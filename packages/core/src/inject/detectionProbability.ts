import { InputError } from "../errors.js";

/**
 * Exponentially scaled modified Bessel function of order zero, I₀(x)·e^{−|x|}, from the
 * polynomial approximations of Abramowitz & Stegun, Handbook of Mathematical Functions (1964),
 * eqs. 9.8.1 (|x| ≤ 3.75, |ε| < 1.6e-7 relative) and 9.8.2 (|x| > 3.75, |ε| < 1.9e-7).
 */
export function besselI0Scaled(x: number): number {
  const ax = Math.abs(x);
  if (ax <= 3.75) {
    const t = (x / 3.75) ** 2;
    const i0 = 1 + t * (3.5156229 + t * (3.0899424 + t * (1.2067492 + t * (0.2659732 + t * (0.0360768 + t * 0.0045813)))));
    return i0 * Math.exp(-ax);
  }
  const t = 3.75 / ax;
  const p =
    0.39894228 +
    t * (0.01328592 + t * (0.00225319 + t * (-0.00157565 + t * (0.00916281 + t * (-0.02057706 + t * (0.02635537 + t * (-0.01647633 + t * 0.00392377)))))));
  return p / Math.sqrt(ax);
}

/**
 * Marcum Q-function of order one, Q₁(a, b) = ∫_b^∞ x exp(−(x² + a²)/2) I₀(a x) dx: the probability
 * that the modulus of a complex Gaussian variable with unit variance per quadrature and mean of
 * modulus a exceeds b (the Rice distribution; Marcum, IRE Trans. Inf. Theory 6, 59 (1960);
 * Helstrom, Statistical Theory of Signal Detection (1968), ch. V). Computed by Simpson's rule on
 * the scaled integrand x e^{−(x−a)²/2} I₀(ax)e^{−ax} over [b, max(a, b) + 40] (the rest is below
 * 1e-300), accurate to ~1e-7.
 */
export function marcumQ1(a: number, b: number): number {
  if (!(a >= 0) || !Number.isFinite(a)) throw new InputError(`marcumQ1: a must be a non-negative number (got ${a})`);
  if (!(b >= 0) || !Number.isFinite(b)) throw new InputError(`marcumQ1: b must be a non-negative number (got ${b})`);
  const upper = Math.max(a, b) + 40;
  const f = (x: number) => x * Math.exp(-0.5 * (x - a) * (x - a)) * besselI0Scaled(a * x);
  const steps = 2 * Math.ceil((upper - b) / 0.01);
  const h = (upper - b) / steps;
  let s = f(b) + f(upper);
  for (let i = 1; i < steps; i++) s += (i % 2 === 1 ? 4 : 2) * f(b + i * h);
  return Math.min(1, Math.max(0, (s * h) / 3));
}

/**
 * Probability that a matched filter finds a signal of optimal SNR ρ with a template of fitting
 * factor FF above the threshold |z| ≥ ρ*, in stationary Gaussian noise, at the signal's own time
 * and phase-maximised: |z|² is then non-central χ² with 2 degrees of freedom and non-centrality
 * (FF·ρ)², so P = Q₁(FF·ρ, ρ*) (e.g. Allen et al., Phys. Rev. D 85, 122006 (2012), Sec. II).
 * Maximising over a bank and over time makes the real search find a little more than this.
 */
export function gaussianDetectionProbability(optimalSnr: number, threshold: number, fittingFactor = 1): number {
  if (!(fittingFactor > 0 && fittingFactor <= 1)) throw new InputError(`fittingFactor must be in (0, 1] (got ${fittingFactor})`);
  return marcumQ1(fittingFactor * optimalSnr, threshold);
}
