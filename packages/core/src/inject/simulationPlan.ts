import type { PsdModel } from "../noise/psdModel.js";
import { canonicalHash } from "../run/canonicalJson.js";
import type { Detector } from "../waveform/antenna.js";
import type { Injection } from "./injection.js";
import { optimalSnr } from "./optimalSnr.js";
import { synthesizeStrain } from "./synthesizeStrain.js";

/** What a simulation writes for every site alike. */
export interface SimulationSettings {
  psd: PsdModel;
  sampleRate: number;
  startTime: number;
  duration: number;
  fMinHz: number;
  seed: string | number;
  /** Add coloured Gaussian noise (false: the injected signals alone). */
  noise: boolean;
}

/** One site of a simulation: its noise seed and its injections with their SNRs at that site. */
export interface SimulationSite {
  detector: Detector;
  /** Seed of the site's noise: `SEED:noise` for one site, `SEED:noise:NAME` for each of several (independent noise). */
  noiseSeed: string;
  /** The injections, each with `optimalSnr` at this site and, with several sites, `networkOptimalSnr`. */
  injections: (Injection & { networkOptimalSnr?: number })[];
}

/**
 * The reproducibility contract of a simulation: per site, the noise seed and the injections with
 * their optimal SNR there; with several sites also the network SNR, the quadrature sum of the
 * sites' SNRs (independent detectors; common practice, no source) — or, when `networkSnrDrawn`, the value each injection carries, which the draw scaled
 * the shared distance to. With one site an injection's given `optimalSnr` is kept.
 */
export function planSimulationSites(
  settings: SimulationSettings,
  detectors: readonly Detector[],
  injections: readonly Injection[],
  networkSnrDrawn = false,
): SimulationSite[] {
  const multi = detectors.length > 1;
  const perSite = detectors.map((d) =>
    injections.map((inj) => (multi || inj.optimalSnr === undefined ? optimalSnr(inj, settings.psd, settings.sampleRate, settings.fMinHz, d) : inj.optimalSnr)),
  );
  const network = injections.map((inj, k) =>
    networkSnrDrawn && inj.optimalSnr !== undefined ? inj.optimalSnr : Math.sqrt(perSite.reduce((a, site) => a + site[k] ** 2, 0)),
  );
  return detectors.map((detector, i) => ({
    detector,
    noiseSeed: multi ? `${settings.seed}:noise:${detector.name}` : `${settings.seed}:noise`,
    injections: injections.map((inj, k) => ({ ...inj, optimalSnr: perSite[i][k], ...(multi ? { networkOptimalSnr: network[k] } : {}) })),
  }));
}

/**
 * The identity of a simulation run: equal settings, sites and injections give an equal id (and
 * equal bytes), so files of one run can be told from files of two (canonical-JSON SHA-256).
 */
export function simulationRunId(settings: SimulationSettings, sites: readonly string[], injections: readonly Injection[], extra: Record<string, unknown> = {}): string {
  return canonicalHash({
    tool: "chirpsieve simulate",
    noiseCurve: settings.psd.name,
    noise: settings.noise,
    sampleRate: settings.sampleRate,
    startTime: settings.startTime,
    duration: settings.duration,
    fMinHz: settings.fMinHz,
    seed: settings.seed,
    detectors: sites,
    injections,
    ...extra,
  });
}

/**
 * One site's strain: its seeded noise (unless `noise` is false) plus its injections, generated in
 * chunks (synthesizeStrain.ts) into one array, float32 when `single` (half the memory of a float32
 * file's data).
 */
export function simulateSiteStrain(settings: SimulationSettings, site: SimulationSite, single: boolean): Float32Array | Float64Array {
  const samples = Math.round(settings.duration * settings.sampleRate);
  const data = single ? new Float32Array(samples) : new Float64Array(samples);
  let offset = 0;
  for (const chunk of synthesizeStrain({
    psd: settings.psd,
    sampleRate: settings.sampleRate,
    startTime: settings.startTime,
    duration: settings.duration,
    seed: site.noiseSeed,
    fMinHz: settings.fMinHz,
    injections: site.injections,
    detector: site.detector,
    noise: settings.noise,
  })) {
    data.set(chunk, offset);
    offset += chunk.length;
  }
  return data;
}
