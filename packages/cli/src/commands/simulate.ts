import type { Command } from "commander";

/** Registers `chirpsieve simulate` (not implemented yet). */
export function registerSimulate(_program: Command): void {}
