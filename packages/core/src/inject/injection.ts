import { InputError } from "../errors.js";
import { INJECTION_KEY_RENAMES, withCurrentKeys } from "../io/renamedKeys.js";
import { type Detector, geocentreDelay, plusCrossResponse, siderealAngle } from "../waveform/antenna.js";
import { taylorT4 } from "../waveform/taylorT4.js";
import { chirpMass } from "../physics/masses.js";

/**
 * One simulated inspiral to add to strain. Masses in solar masses (detector frame), times in
 * seconds of the strain file's time base, distance in Mpc, angles in radians.
 */
export interface Injection {
  /** Heavier component mass, M_sun. */
  primaryMassSolar: number;
  /** Lighter component mass, M_sun. */
  secondaryMassSolar: number;
  /** Time the signal reaches the ISCO at the Earth's centre, s (file time base, sub-sample). */
  coalescenceTime: number;
  /** Luminosity distance, Mpc. */
  distanceMpc: number;
  /** Inclination ι in [0, π], rad. */
  inclination: number;
  /** Right ascension α, rad. */
  rightAscension: number;
  /** Declination δ in [−π/2, π/2], rad. */
  declination: number;
  /** Polarisation angle ψ, rad. */
  polarisation: number;
  /** Orbital phase at coalescence, rad (the GW phase there is twice this). */
  phase: number;
  /** Optimal (noise-weighted) SNR in the detector, when known (drawInjections and `simulate` fill it in). */
  optimalSnr?: number;
  /** Dimensionless spin χ1 ∈ (−1, 1) of the heavier body along the orbital angular momentum (absent: 0). */
  primarySpin?: number;
  /** Dimensionless spin χ2 ∈ (−1, 1) of the lighter body along the orbital angular momentum (absent: 0). */
  secondarySpin?: number;
}

/** A strain segment on a uniform grid: `data[0]` sits at grid index `startIndex`. */
export interface StrainSegment {
  startIndex: number;
  data: Float64Array;
}

/** Options for {@link projectInjection}. */
export interface ProjectionOptions {
  sampleRate: number;
  /** Time (s) of grid sample 0 in the file time base (default 0). */
  gridStartTime?: number;
  /** GW frequency (Hz) at which the injected chirp starts. */
  fMinHz: number;
  /** GW frequency (Hz) at which it ends (default: ISCO or 0.9 × Nyquist, whichever is lower). */
  fMaxHz?: number;
}

/**
 * The detector response h(t) = F+ h+(t) + F× h×(t) to an injection, sampled on a grid
 * (TaylorT4 polarisations from {@link taylorT4}, with the injection's aligned spins; antenna factors from {@link plusCrossResponse}).
 * The coalescence time refers to the Earth's centre; at the detector the signal is shifted by the
 * plane-wave delay {@link geocentreDelay}. F+, F× and the delay are evaluated once, at the
 * coalescence time (the Earth's rotation during the chirp is neglected), with the sidereal angle of
 * {@link siderealAngle}.
 */
export function projectInjection(injection: Injection, detector: Detector, options: ProjectionOptions): StrainSegment {
  const inj = checkInjection(injection, "injection");
  const gmst = siderealAngle(inj.coalescenceTime);
  const { plus, cross } = plusCrossResponse(detector, inj, inj.polarisation, gmst);
  const delay = geocentreDelay(detector, inj, gmst);
  const gridStart = options.gridStartTime ?? 0;
  const wf = taylorT4({
    massSolar1: inj.primaryMassSolar,
    massSolar2: inj.secondaryMassSolar,
    distanceMpc: inj.distanceMpc,
    inclination: inj.inclination,
    coalescencePhase: inj.phase,
    // Subtract the grid start first so sub-sample precision survives a ~1e9 s time base.
    coalescenceTime: inj.coalescenceTime - gridStart + delay,
    sampleRate: options.sampleRate,
    gridStartTime: 0,
    fStartHz: options.fMinHz,
    fEndHz: options.fMaxHz,
    chi1: inj.primarySpin ?? 0,
    chi2: inj.secondarySpin ?? 0,
  });
  const data = wf.hPlus;
  const hc = wf.hCross;
  for (let i = 0; i < data.length; i++) data[i] = plus * data[i] + cross * hc[i];
  return { startIndex: wf.startIndex, data };
}

/**
 * Adds `segment` into `series`, whose first sample is at grid index `seriesStartIndex` of the same
 * grid; only the overlapping samples are touched. Returns how many samples were added.
 */
export function addSegment(series: Float64Array | Float32Array, seriesStartIndex: number, segment: StrainSegment): number {
  const from = Math.max(seriesStartIndex, segment.startIndex);
  const to = Math.min(seriesStartIndex + series.length, segment.startIndex + segment.data.length);
  const d = segment.data;
  for (let k = from; k < to; k++) series[k - seriesStartIndex] += d[k - segment.startIndex];
  return Math.max(0, to - from);
}

/**
 * Adds the projected TaylorT4 signal of `injection` in place to `series` (sample i at
 * startTime + i / sampleRate), starting at GW frequency fMinHz. Only the overlapping samples are
 * changed, so an injection partly (or wholly) outside the series is fine. Returns the number of
 * samples changed.
 */
export function injectInto(
  series: Float64Array | Float32Array,
  sampleRate: number,
  startTime: number,
  injection: Injection,
  detector: Detector,
  fMinHz: number,
): number {
  if (!Number.isFinite(startTime)) throw new InputError(`startTime must be a finite number (got ${startTime})`);
  const segment = projectInjection(injection, detector, { sampleRate, gridStartTime: startTime, fMinHz });
  return addSegment(series, 0, segment);
}

/** Fields of an {@link Injection} that must be finite numbers. */
export const INJECTION_FIELDS = [
  "primaryMassSolar",
  "secondaryMassSolar",
  "coalescenceTime",
  "distanceMpc",
  "inclination",
  "rightAscension",
  "declination",
  "polarisation",
  "phase",
] as const;

/**
 * Validates an injection record (e.g. read from a file); `where` prefixes each message (such as
 * `injections.json: injection 3`). Returns a clean copy (extra fields dropped, optimalSnr kept if
 * it is a finite number; primarySpin and secondarySpin kept when present, each in (−1, 1)).
 * Records written before the masses and distance carried their unit (primaryMass, secondaryMass, distance) are read too.
 */
export function checkInjection(value: unknown, where: string): Injection {
  if (value === null || typeof value !== "object" || Array.isArray(value)) {
    throw new InputError(`${where}: must be an object with fields ${INJECTION_FIELDS.join(", ")}`);
  }
  const rec = withCurrentKeys(value, INJECTION_KEY_RENAMES) as Record<string, unknown>;
  const out: Record<string, number> = {};
  for (const key of INJECTION_FIELDS) {
    const x = rec[key];
    if (typeof x !== "number" || !Number.isFinite(x)) {
      throw new InputError(`${where}: ${key} must be a finite number (got ${x === undefined ? "nothing" : JSON.stringify(x)})`);
    }
    out[key] = x;
  }
  const inj = out as unknown as Injection;
  if (!(inj.primaryMassSolar > 0)) throw new InputError(`${where}: primaryMassSolar must be positive (got ${inj.primaryMassSolar})`);
  if (!(inj.secondaryMassSolar > 0)) throw new InputError(`${where}: secondaryMassSolar must be positive (got ${inj.secondaryMassSolar})`);
  if (inj.secondaryMassSolar > inj.primaryMassSolar) {
    throw new InputError(`${where}: primaryMassSolar must be at least secondaryMassSolar (got ${inj.primaryMassSolar} < ${inj.secondaryMassSolar})`);
  }
  if (!(inj.distanceMpc > 0)) throw new InputError(`${where}: distanceMpc must be a positive number of Mpc (got ${inj.distanceMpc})`);
  if (inj.inclination < 0 || inj.inclination > Math.PI) {
    throw new InputError(`${where}: inclination must be in [0, π] rad (got ${inj.inclination})`);
  }
  if (Math.abs(inj.declination) > Math.PI / 2) {
    throw new InputError(`${where}: declination must be in [−π/2, π/2] rad (got ${inj.declination})`);
  }
  for (const key of ["primarySpin", "secondarySpin"] as const) {
    const x = rec[key];
    if (x === undefined) continue;
    if (typeof x !== "number" || !Number.isFinite(x) || !(Math.abs(x) < 1)) {
      throw new InputError(`${where}: ${key} must be a dimensionless aligned spin in (−1, 1) (got ${JSON.stringify(x)})`);
    }
    inj[key] = x;
  }
  const snr = rec.optimalSnr;
  if (typeof snr === "number" && Number.isFinite(snr)) inj.optimalSnr = snr;
  return inj;
}

/** An injection as the tool's outputs record it (manifests, campaign outcomes): its parameters and chirp mass. */
export interface InjectionRecord extends Omit<Injection, "optimalSnr"> {
  chirpMassSolar: number;
  /** NaN when unknown (written as null in JSON). */
  optimalSnr: number;
  /** With several sites: the network optimal SNR, (Σ over sites of optimalSnr²)^{1/2}. */
  networkOptimalSnr?: number;
}

/**
 * The record of one injection: its parameters in their units, the chirp mass
 * (m1 m2)^{3/5} / (m1 + m2)^{1/5} (Peters & Mathews, Phys. Rev. 131, 435 (1963)) in M_sun, and its
 * spins when it has any.
 */
export function injectionRecord(inj: Injection & { networkOptimalSnr?: number }): InjectionRecord {
  return {
    primaryMassSolar: inj.primaryMassSolar,
    secondaryMassSolar: inj.secondaryMassSolar,
    chirpMassSolar: chirpMass(inj.primaryMassSolar, inj.secondaryMassSolar),
    coalescenceTime: inj.coalescenceTime,
    distanceMpc: inj.distanceMpc,
    inclination: inj.inclination,
    rightAscension: inj.rightAscension,
    declination: inj.declination,
    polarisation: inj.polarisation,
    phase: inj.phase,
    optimalSnr: inj.optimalSnr ?? Number.NaN,
    ...(inj.networkOptimalSnr !== undefined ? { networkOptimalSnr: inj.networkOptimalSnr } : {}),
    ...(inj.primarySpin !== undefined || inj.secondarySpin !== undefined ? { primarySpin: inj.primarySpin ?? 0, secondarySpin: inj.secondarySpin ?? 0 } : {}),
  };
}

#### TASK BRIEF:
Report the lines above that have the word "link" in them.

#### RESPONSE TO THIS EXERCISE:
/** Options for {@link projectInjection}. */
 * (TaylorT4 polarisations from {@link taylorT4}, with the injection's aligned spins; antenna factors from {@link plusCrossResponse}).
 * plane-wave delay {@link geocentreDelay}. F+, F× and the delay are evaluated once, at the
 * {@link siderealAngle}.
/** Fields of an {@link Injection} that must be finite numbers. */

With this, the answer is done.